__Aim of the task__.
Among the records, find the lines that hold the string "True" and return them.

__Working data__.

··········

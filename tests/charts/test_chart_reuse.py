"""A chart made twice in one process is rendered once, and reads exactly as a fresh render."""

from __future__ import annotations

import copy

import altair as alt
import jsonschema
import pandas as pd
import pytest

from springback.charts import svg


def _chart(values: list[float]) -> alt.Chart:
    frame = pd.DataFrame({"day": range(len(values)), "mood": values})
    return alt.Chart(frame).mark_line().encode(x="day:Q", y="mood:Q")


def test_a_repeat_is_rendered_once_and_is_the_same_text(monkeypatch: pytest.MonkeyPatch) -> None:
    calls: list[int] = []
    real = svg.vl_convert.vegalite_to_svg

    def counted(*args, **kwargs):  # type: ignore[no-untyped-def]
        calls.append(1)
        return real(*args, **kwargs)

    monkeypatch.setattr(svg.vl_convert, "vegalite_to_svg", counted)
    first = svg.to_svg(_chart([3.0, 4.0, 3.5]), "mood", "Mood", "Three days.", "en")
    again = svg.to_svg(_chart([3.0, 4.0, 3.5]), "mood", "Mood", "Three days.", "en")
    other_words = svg.to_svg(_chart([3.0, 4.0, 3.5]), "mood2", "Your mood", "Days.", "en")
    assert len(calls) == 1
    assert again == first
    svg._rendered.clear()  # a fresh render of each: the same text
    assert svg.to_svg(_chart([3.0, 4.0, 3.5]), "mood2", "Your mood", "Days.", "en") == \
        other_words
    assert len(calls) == 2
    # Other data, or another language's number format, is rendered anew.
    svg.to_svg(_chart([3.0, 4.0, 3.6]), "mood", "Mood", "Three days.", "en")
    svg.to_svg(_chart([3.0, 4.0, 3.5]), "mood", "Mood", "Three days.", "de")
    assert len(calls) == 4


def test_an_invalid_chart_is_refused_by_the_vega_lite_schema() -> None:
    broken = _chart([1.0, 2.0])
    broken.mark = "squiggle"  # altair checks a spec when it is written out, not here
    spec = broken.to_dict(validate=False)
    with pytest.raises(jsonschema.ValidationError, match="squiggle"):
        svg.to_svg(broken, "bad", "Bad", "A mark Vega-Lite does not know.", "en")
    # The refusal is the schema's own (altair's Root.validate says the same).
    with pytest.raises(Exception, match="squiggle"):
        alt.vegalite.v6.schema.core.Root.validate(spec)


def _verdict(check, spec) -> bool:  # type: ignore[no-untyped-def]
    try:
        check(spec)
    except Exception:  # jsonschema's ValidationError, from either check
        return False
    return True


def _rows(spec: dict) -> list:  # type: ignore[type-arg]
    if "datasets" in spec:
        return spec["datasets"][spec["data"]["name"]]  # type: ignore[no-any-return]
    return spec["data"]["values"]  # type: ignore[no-any-return]


@pytest.mark.parametrize("inline", [False, True])
def test_checking_a_data_set_by_its_first_row_gives_the_schema_s_verdict(inline: bool) -> None:
    """Against altair's own check of the whole spec (Root.validate, every row), for a named
    data set and for values written inline."""
    rows = [{"day": i, "mood": float(i % 7)} for i in range(60)]
    data = alt.Data(values=rows) if inline else pd.DataFrame(rows)
    good = alt.Chart(data).mark_line().encode(x="day:Q", y="mood:Q").to_dict(validate=False)
    assert len(_rows(good)) == 60
    assert ("datasets" in good) is not inline
    number_row, odd_object = copy.deepcopy(good), copy.deepcopy(good)
    _rows(number_row).append(3)
    _rows(odd_object).append({"anything": {"nested": [1, "a"]}})
    for spec, valid in ((good, True), (number_row, False), (odd_object, True)):
        assert _verdict(alt.vegalite.v6.schema.core.Root.validate, spec) is valid
        assert _verdict(svg.validate_spec, spec) is valid


def test_a_builder_without_altair_s_part_checks_still_refuses_an_invalid_chart() -> None:
    """`checked_whole` turns off altair's check of each part as it is made; the whole spec is
    still checked by `to_svg`, so a wrong part fails there with the schema's reason."""
    @svg.checked_whole
    def build() -> str:
        line = alt.Chart(alt.Data(values=[{"d": 0, "m": 1.0}])).mark_line(
            strokeWidth="thick")  # a number in the schema
        return svg.to_svg(line.encode(x="d:Q", y="m:Q"), "bad", "Bad", "A wrong width.", "en")

    with pytest.raises(jsonschema.ValidationError, match="thick"):
        build()
    # Outside a builder altair itself refuses the same part at once, as before.
    with pytest.raises(Exception, match="thick"):
        alt.Chart(alt.Data(values=[{"d": 0, "m": 1.0}])).mark_line(strokeWidth="thick")
    assert alt.utils.schemapi.DEBUG_MODE  # the builder left altair's setting as it was


def test_rows_held_as_a_tuple_write_the_same_spec_as_a_list() -> None:
    from springback.charts.common import inline, records

    frame = pd.DataFrame({"t": [0, 1, 2], "v": [3.0, float("nan"), 4.5]})

    def spec(data: alt.Data) -> dict:  # type: ignore[type-arg]
        line = alt.Chart(data).mark_line().encode(x="t:Q", y="v:Q")
        return alt.layer(line, line.mark_point()).properties(width=100).to_dict(validate=False)

    held = inline(frame)
    assert isinstance(held.values, tuple)
    assert spec(held) == spec(alt.Data(values=records(frame)))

··········

__Written reply__.
    return True
@pytest.mark.parametrize("inline", [False, True])
    for spec, valid in ((good, True), (number_row, False), (odd_object, True)):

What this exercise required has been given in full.